The Python examples for processing data use Python's context manager feature which automatically closes a file once it has been processed. Racket's file->string and file->lines do the same more concisely as there in no need to explicitly open the file as there is with a Python context manager.

The Python next function is used in Exercise 1.26 File Preliminaries. As the example only calls next() once, I used Racket's first and rest on a list of lines read from the file to simulate it.

I also came up with a solution that was closer to the python example:
  (define f (open-input-file Data/portfolio.csv #:mode 'text)))
  (define headers (read-line f)))   ;"remove" the headers from the port 
  (define rows (port->liines f))    ; read the remainder of the file
  (close-input-port f))
  (displayln headers))
  (for-each (lambda (r) (displayln r)) rows))

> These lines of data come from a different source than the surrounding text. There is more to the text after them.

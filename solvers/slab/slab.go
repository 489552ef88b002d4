package slab

import (
	"context"

	"betaloom/solvers"
	"betaloom/solvers/jet"
)

// Layer is one layer of a stack: its relative permittivity along x, y and z
// and, unless it is a half-space, its thickness in metres.
type Layer struct {
	Eps       [3]jet.Jet
	Thickness jet.Jet // only V and P count: a guide keeps its shape over frequency
	HalfSpace bool
}

// Stack is a planar guide, bottom to top. The first and the last layer are
// half-spaces, unless a metal plane stands in their place.
type Stack struct {
	Layers                  []Layer
	GroundBottom, GroundTop bool
}

// Solver solves stacks. It keeps work space, so it serves one goroutine at a
// time.
type Solver struct {
	params   int
	real     pair[float64]
	loss     pair[complex128]
	ladders  [2]ladder
	picks    []pick
	search   search
	wells    []well
	realOnly bool // every permittivity is real
	out      output
}

// New makes a solver for stacks whose jets have params base parameters.
func New(params int) *Solver { return &Solver{params: params} }

// Solve finds the guided modes of a stack at the angular frequency w in
// rad/s, at most want of them from the highest effective index down. The
// count is that of all guided modes. Confinement has one entry for each layer
// of the stack, DNeff and DNg one for each base parameter. The modes share
// the solver's work space and last until the next call.
//
// The error is an *solvers.InputError for a stack or a frequency that has no
// meaning, a *solvers.ConvergenceError where the modes found could not be
// proven complete, or that of the context.
func (s *Solver) Solve(ctx context.Context, w float64, stack *Stack, want int) ([]solvers.Mode, solvers.Count, error) {
	if err := ctx.Err(); err != nil {
		return nil, solvers.Count{}, err
	}
	if err := check(w, stack, s.params); err != nil {
		return nil, solvers.Count{}, err
	}
	s.out.reset(s.params, stack, w)
	if lossless(stack) {
		return s.lossless(ctx, stack, want)
	}
	return s.lossy(ctx, stack, want)
}
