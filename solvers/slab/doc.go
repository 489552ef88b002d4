// Package slab solves planar guides: any number of layers, each with its own
// permittivity along x (in the plane, across), y (the normal) and z (along the guide),
// lossy or amplifying ones and optical metals too, between half-spaces or metal planes.
//
// Words: a stack is layers from the bottom up. A film is a layer with a
// thickness; a ground is a perfectly conducting plane. N = neff^2 = L/k^2. A line
// is the equation of one polarisation on a stack; psi is Ex for TE and Hx for TM, phi its
// flux. "Along the way" means as frequency changes with everything that depends on it. A
// shape is kept over frequency: a thickness counts with its value and its
// gradient in the parameters only.
//
// # Equation
//
// With lengths in units of 1/k, on every layer
//
//	psi' = phi/p,  phi' = -b (e - N) psi      psi, phi continuous
//	TE: p = 1,         b = 1,         e = eps_x;  psi = 0 on a ground
//	TM: p = 1/eps_z,   b = 1/eps_y,   e = eps_y;  phi = 0 on a ground
//
// and decay with g^2 = (b/p)(N - e), Re g > 0, in half-spaces (Yeh, Optical Waves in
// Layered Media). The mismatch of the waves carried from both ends to one interface vanishes at a mode.
// Derivatives in frequency come from the mismatch in truncated Taylor arithmetic, D(u(t), t) = 0
// order by order, and those in parameters from the variational formula, dL/dp = -x'F_p x / x'Bx, along the way:
// no differences are taken anywhere.
//
// # Assumptions
//
// Without loss and with positive permittivities the equation is a Sturm-Liouville
// problem: its modes are numbered by the nodes of psi, counted exactly and bracketed one by one (proof "node
// count"). TE0 and TM0 have no node, between two grounds too. With loss or gain the modes of the
// real parts are followed as the imaginary parts grow, and the argument principle on a region
// that holds every guided mode says whether these are all; where it says otherwise, and for TM with
// negative permittivities, it finds them. Labels TE m and TM m then continue those
// of the lossless guide; modes that continue none take the lowest numbers left and
// those of a TM problem with negative real parts are numbered, from the highest Re neff down.
//
// Guided: Re neff above the index of both half-spaces and Re N > 0. A stack that is its own mirror
// image is split exactly: Symmetry is that of Ex (TE) or Hx (TM), and two equal films far
// apart have two modes each with half the power in either film. Two modes that agree in every digit
// without such a mirror plane are each given their own film; where their group indices differ NgErr
// says by how much, GVDErr and Beta3Err are NaN (there is no bound) and the flag is avoided-crossing.
//
// # Unknown
//
// N is sought as base + sigma u^2 with u the decay in the half-space of the higher
// index, so that a mode just above cut-off keeps its digits in every column. Where there is no such half-space u is N.
//
// What the columns mean: Neff, Kappa, Ng, GVD and Beta3 are real parts of exact
// derivatives. Confinement (one number a layer of the stack, negative in a metal, where power flows
// back) and Weff = (int S)^2 / int S^2 are of S = Re(1 or neff/eps_y) |psi|^2. Z is the wave impedance omega mu/beta of TE; of TM only
// in one uniform medium. Cutoff is set between two grounds with one
// lossless fill without dispersion. The flag near-cutoff says that neff is less than 1e-5 above
// the cut-off index. Signature is psi at sixteen places spread evenly over the films and a quarter of their
// extent beyond each open face, with unit norm and psi positive at the lowest end (where it has no node); a lossy
// mode is first turned in phase until the sum of psi^2 is real.
//
// # Accuracy
//
// Only rounding. Counts hold where both parts of every region split on the way add up to the whole, and
// are taken again in smaller steps where they do not. Measured against characteristic equations solved with 420 bits, the largest error over
// the tests' stacks (neff and sensitivities relative, GVD relative to max(|value|, 1 ps^2/km), beta3 likewise):
//
//	stacks                            neff     ng       GVD      beta3    error/bound
//	23 layered, 149 random lossless   3e-15    3e-15    7e-13    1e-12    0.23
//	neff 1e-6 above cut-off           1e-16    5e-15    2e-14    4e-13    0.02
//	neff 1e-9 above cut-off           1e-16    4e-15    6e-12    1e-11    0.12
//
// The bounds follow the rounding of every layer and face through the Taylor coefficients, and that of the stack's own
// numbers: 4 x 2^-53 of each permittivity and derivative, 2^-53 of each thickness. Between two grounds a mode near
// cut-off is as badly conditioned as its closed form, and its bound says so. Two modes of a three-layer
// slab with every column take about 5 us of one core, ten times that with loss; nothing is allocated once the work space has grown.
//
// # When it fails
//
// An *solvers.InputError names the layer: a thickness that is negative, not a number or of more than 1e9
// radians, a permittivity of zero, a half-space in the wrong place. A *solvers.ConvergenceError says that the modes could not be proven
// complete: TM with a hyperbolic layer (eps_y and eps_z of opposite sign: there is no highest mode) or with
// two media whose permittivities add up to nothing; a half-space that is lossy and so anisotropic that
// radiated and guided waves run into each other; two lossy guides in one stack without mirror plane whose modes agree to 1e-8
// but not in every digit. Chains of three or more equal films so far apart that their modes agree in every digit
// give each mode one film (or one mirrored pair) rather than the chain's standing waves.
package slab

The one example that called for separate program was to calculate the cost of a share portfolio where the number of shares and their individual costs was stored in a csv file. Here is my solution, a pretty straight forward recursive function:

  (define csv-rows (file->lines Data/portfolio.csv #:mode 'text)))
  (define (pcost rows)
    (cond
      [(empty? rows) 0]
      [else (define row (string-split (first rows) ","))
            (+ (* (string->number (second row))
                  (string->number (third row)))
               (pcost (rest rows)))]))
 (display "Total cost "))
  (displayln (pcost (rest csv-rows))))

The final exercise was to open a gzipped version of a csv file. Both Python and Racket required gzip libraries to be imported/required from their standard libraries. Though neither requires an additional library to be installed. The only item of note is that the Racket gunzip function requires an output string to be passed as a parameter into which it decompressed the data. At first glance, Racket's output-strings seem similar to Python StringIO objects. I fully expect to have to find out more as I progress with translating Practical Python Programming. Here is my translation of the Python example:

  (require file/gunzip)
  (define gzip (open-input-file "Data/portfolio.csv.gz"))
  (define csv (open-output-string))
  (gunzip-through-ports gzip csv)
  (displayln (get-output-string csv))

So that wraps up the Introduction to Files. Next up is 1.7 Functions which I fully expect to require some study on my part before I'll be able to come up with a translation.